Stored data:
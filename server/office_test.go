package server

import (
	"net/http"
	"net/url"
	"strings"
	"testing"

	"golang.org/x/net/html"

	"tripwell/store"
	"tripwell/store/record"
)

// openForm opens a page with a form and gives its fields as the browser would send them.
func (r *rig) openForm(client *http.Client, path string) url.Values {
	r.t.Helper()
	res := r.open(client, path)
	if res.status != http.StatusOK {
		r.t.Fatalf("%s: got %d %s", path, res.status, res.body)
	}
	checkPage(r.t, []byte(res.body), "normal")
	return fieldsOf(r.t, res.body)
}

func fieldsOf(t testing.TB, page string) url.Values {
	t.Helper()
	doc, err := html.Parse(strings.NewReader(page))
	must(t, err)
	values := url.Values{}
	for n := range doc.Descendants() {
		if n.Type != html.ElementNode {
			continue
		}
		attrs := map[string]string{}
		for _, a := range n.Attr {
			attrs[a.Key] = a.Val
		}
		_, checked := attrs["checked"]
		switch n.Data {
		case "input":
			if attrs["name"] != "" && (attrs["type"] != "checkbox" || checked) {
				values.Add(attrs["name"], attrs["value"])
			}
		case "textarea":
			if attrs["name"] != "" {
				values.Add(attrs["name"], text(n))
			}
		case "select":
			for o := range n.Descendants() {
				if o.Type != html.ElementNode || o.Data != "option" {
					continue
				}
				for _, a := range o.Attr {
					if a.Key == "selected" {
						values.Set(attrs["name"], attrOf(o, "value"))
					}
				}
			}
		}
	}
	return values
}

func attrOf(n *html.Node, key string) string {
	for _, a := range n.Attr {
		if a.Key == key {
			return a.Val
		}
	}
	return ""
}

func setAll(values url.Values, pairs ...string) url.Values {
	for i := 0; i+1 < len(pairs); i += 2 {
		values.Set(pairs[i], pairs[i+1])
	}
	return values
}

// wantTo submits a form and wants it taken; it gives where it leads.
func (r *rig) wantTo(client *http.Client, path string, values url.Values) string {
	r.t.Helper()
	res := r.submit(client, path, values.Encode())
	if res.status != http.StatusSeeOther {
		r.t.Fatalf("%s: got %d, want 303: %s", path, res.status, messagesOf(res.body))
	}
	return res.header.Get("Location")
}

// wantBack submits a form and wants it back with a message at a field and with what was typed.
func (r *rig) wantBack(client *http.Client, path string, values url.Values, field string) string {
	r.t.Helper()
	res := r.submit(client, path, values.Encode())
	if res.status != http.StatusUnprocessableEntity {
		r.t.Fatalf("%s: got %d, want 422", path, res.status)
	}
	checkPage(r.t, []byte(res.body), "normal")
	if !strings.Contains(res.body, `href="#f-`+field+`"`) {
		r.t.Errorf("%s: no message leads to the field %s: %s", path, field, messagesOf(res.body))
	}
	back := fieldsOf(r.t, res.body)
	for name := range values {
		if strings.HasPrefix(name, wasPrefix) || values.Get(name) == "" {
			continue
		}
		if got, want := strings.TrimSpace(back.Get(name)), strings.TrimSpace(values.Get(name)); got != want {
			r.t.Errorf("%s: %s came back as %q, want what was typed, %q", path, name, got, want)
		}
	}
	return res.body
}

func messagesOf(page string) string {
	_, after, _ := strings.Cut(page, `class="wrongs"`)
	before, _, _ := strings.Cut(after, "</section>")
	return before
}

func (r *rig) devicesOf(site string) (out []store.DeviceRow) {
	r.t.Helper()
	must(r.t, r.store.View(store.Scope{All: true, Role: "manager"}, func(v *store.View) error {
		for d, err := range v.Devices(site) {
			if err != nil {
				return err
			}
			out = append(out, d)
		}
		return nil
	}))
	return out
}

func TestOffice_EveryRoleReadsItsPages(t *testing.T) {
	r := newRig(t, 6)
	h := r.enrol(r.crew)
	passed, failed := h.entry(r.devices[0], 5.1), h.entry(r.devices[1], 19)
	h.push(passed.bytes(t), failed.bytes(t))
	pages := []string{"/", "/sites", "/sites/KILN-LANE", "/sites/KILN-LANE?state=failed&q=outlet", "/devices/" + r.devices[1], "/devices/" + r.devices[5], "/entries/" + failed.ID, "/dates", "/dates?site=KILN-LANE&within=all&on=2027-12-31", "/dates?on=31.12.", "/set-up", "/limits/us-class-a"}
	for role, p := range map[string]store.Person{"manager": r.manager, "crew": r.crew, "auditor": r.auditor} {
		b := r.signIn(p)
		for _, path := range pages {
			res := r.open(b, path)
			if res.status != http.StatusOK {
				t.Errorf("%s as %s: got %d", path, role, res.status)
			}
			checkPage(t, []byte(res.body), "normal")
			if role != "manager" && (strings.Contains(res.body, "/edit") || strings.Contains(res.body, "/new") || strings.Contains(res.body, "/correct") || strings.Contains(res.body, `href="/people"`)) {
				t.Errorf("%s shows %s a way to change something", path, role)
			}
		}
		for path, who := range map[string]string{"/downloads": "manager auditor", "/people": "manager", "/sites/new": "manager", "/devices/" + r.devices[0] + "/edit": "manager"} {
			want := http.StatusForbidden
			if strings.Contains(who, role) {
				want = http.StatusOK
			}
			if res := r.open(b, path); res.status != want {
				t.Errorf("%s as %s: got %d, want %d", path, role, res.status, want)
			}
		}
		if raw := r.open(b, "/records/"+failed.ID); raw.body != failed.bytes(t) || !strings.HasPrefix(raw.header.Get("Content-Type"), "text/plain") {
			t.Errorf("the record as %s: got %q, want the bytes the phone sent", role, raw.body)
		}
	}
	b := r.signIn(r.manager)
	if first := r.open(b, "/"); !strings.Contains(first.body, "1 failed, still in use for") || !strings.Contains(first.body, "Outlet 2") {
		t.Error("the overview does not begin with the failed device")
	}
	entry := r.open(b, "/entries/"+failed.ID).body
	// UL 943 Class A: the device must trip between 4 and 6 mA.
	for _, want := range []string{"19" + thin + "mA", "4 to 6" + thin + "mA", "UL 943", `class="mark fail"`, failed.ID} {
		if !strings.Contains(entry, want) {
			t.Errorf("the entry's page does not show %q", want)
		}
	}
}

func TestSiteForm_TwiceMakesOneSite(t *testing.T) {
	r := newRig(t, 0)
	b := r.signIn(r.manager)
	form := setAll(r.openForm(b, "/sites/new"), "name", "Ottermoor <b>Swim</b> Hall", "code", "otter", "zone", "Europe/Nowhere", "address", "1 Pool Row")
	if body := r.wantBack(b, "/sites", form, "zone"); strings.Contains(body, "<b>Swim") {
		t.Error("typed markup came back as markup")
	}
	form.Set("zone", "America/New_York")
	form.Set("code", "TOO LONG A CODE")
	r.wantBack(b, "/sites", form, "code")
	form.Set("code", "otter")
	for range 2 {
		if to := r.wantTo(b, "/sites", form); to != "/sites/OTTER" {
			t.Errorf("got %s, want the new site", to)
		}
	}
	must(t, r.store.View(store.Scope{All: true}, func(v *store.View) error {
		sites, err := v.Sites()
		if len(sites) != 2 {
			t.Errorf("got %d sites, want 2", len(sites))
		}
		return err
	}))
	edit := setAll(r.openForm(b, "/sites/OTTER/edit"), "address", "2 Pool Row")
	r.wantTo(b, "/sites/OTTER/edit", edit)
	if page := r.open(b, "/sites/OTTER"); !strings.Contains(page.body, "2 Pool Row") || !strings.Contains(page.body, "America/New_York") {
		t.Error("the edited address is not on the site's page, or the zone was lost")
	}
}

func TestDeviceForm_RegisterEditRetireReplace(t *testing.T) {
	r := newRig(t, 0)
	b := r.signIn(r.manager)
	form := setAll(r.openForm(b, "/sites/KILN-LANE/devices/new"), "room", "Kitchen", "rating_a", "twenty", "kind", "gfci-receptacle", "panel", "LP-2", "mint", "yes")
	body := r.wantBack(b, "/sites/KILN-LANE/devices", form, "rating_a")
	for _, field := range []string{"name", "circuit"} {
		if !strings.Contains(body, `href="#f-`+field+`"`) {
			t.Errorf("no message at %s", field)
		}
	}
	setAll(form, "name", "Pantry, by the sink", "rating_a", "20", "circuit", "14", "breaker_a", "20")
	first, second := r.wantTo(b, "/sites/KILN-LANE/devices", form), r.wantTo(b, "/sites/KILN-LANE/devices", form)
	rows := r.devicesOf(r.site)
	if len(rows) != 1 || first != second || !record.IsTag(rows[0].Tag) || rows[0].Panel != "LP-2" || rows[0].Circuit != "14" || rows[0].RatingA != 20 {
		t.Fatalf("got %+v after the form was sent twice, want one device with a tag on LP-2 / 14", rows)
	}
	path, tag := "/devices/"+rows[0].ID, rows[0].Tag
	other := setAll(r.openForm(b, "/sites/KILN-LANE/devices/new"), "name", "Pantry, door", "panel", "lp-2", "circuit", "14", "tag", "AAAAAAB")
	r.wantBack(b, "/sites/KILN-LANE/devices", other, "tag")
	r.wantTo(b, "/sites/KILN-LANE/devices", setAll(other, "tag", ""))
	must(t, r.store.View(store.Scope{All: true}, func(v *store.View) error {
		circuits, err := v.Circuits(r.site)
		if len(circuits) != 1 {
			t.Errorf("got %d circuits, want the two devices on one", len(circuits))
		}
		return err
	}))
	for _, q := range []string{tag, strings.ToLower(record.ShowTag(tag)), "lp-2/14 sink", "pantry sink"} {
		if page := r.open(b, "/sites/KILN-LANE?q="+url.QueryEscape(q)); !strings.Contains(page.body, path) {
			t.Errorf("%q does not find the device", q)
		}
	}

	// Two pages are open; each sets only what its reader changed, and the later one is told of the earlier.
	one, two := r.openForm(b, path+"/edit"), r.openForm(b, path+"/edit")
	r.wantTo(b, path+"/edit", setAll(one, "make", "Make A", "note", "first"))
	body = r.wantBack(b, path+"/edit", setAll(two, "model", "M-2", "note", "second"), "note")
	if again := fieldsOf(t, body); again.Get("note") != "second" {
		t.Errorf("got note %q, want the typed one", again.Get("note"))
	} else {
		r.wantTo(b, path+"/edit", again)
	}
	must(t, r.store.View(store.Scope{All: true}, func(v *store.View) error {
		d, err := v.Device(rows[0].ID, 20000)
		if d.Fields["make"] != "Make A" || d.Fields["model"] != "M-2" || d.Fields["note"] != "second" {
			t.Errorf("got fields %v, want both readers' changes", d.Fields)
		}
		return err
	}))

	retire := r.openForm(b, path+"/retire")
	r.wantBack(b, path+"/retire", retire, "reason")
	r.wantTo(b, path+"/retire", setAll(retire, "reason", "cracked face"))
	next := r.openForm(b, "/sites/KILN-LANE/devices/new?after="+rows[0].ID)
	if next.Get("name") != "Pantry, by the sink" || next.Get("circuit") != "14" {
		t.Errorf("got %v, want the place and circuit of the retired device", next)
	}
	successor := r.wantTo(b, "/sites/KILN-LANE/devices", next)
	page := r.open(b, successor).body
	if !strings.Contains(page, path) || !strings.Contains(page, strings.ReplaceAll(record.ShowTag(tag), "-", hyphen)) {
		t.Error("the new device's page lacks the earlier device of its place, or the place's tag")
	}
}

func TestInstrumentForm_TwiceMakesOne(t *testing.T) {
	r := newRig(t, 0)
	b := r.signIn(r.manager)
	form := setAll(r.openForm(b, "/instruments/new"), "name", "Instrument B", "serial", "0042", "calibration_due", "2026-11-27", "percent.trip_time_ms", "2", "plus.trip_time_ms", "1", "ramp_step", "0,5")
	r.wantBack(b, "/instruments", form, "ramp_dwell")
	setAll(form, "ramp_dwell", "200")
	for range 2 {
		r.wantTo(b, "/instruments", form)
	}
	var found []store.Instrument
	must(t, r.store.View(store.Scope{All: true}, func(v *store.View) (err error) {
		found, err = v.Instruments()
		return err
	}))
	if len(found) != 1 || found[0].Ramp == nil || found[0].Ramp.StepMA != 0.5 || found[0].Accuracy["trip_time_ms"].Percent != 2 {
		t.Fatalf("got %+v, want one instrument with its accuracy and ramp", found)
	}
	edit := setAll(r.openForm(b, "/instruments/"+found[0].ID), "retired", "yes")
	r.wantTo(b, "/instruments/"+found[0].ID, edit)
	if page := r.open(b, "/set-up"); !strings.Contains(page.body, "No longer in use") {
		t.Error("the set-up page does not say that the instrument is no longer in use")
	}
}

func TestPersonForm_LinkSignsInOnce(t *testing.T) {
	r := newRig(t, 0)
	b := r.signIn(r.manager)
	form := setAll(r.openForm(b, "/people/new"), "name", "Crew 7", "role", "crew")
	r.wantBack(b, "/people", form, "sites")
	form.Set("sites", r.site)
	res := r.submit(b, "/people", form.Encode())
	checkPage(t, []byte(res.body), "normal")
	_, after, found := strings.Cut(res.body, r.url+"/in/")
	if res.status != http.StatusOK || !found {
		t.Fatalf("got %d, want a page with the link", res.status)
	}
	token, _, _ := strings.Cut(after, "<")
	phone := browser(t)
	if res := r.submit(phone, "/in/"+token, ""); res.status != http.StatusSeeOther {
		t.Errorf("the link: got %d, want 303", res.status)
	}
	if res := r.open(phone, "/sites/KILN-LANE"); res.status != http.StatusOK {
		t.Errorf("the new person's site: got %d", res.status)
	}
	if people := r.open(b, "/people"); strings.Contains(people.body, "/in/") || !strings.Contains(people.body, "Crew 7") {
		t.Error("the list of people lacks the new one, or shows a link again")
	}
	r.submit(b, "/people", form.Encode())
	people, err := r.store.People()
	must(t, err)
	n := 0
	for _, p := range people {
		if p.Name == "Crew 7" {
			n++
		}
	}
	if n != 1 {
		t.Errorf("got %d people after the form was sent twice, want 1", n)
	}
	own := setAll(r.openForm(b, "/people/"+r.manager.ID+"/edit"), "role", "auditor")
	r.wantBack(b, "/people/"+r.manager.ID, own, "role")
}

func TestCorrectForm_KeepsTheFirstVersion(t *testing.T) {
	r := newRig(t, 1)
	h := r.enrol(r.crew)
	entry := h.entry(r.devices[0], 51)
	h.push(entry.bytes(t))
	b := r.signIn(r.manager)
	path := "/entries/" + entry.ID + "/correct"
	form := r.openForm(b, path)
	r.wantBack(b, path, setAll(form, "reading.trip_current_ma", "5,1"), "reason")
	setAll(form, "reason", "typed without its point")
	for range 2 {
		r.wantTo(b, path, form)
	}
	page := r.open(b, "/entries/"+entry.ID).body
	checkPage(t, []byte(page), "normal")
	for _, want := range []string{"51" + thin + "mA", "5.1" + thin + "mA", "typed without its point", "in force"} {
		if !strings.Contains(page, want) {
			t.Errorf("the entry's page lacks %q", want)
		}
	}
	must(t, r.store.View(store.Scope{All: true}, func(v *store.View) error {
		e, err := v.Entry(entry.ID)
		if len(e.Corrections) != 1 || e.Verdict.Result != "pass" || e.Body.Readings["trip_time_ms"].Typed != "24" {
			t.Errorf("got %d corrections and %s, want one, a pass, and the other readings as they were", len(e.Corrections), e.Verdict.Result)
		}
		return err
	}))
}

§ Brief
The expected answer is every line in the data above that carries the string "longer".

§ Solution to the problem
	if page := r.open(b, "/set-up"); !strings.Contains(page.body, "No longer in use") {
		t.Error("the set-up page does not say that the instrument is no longer in use")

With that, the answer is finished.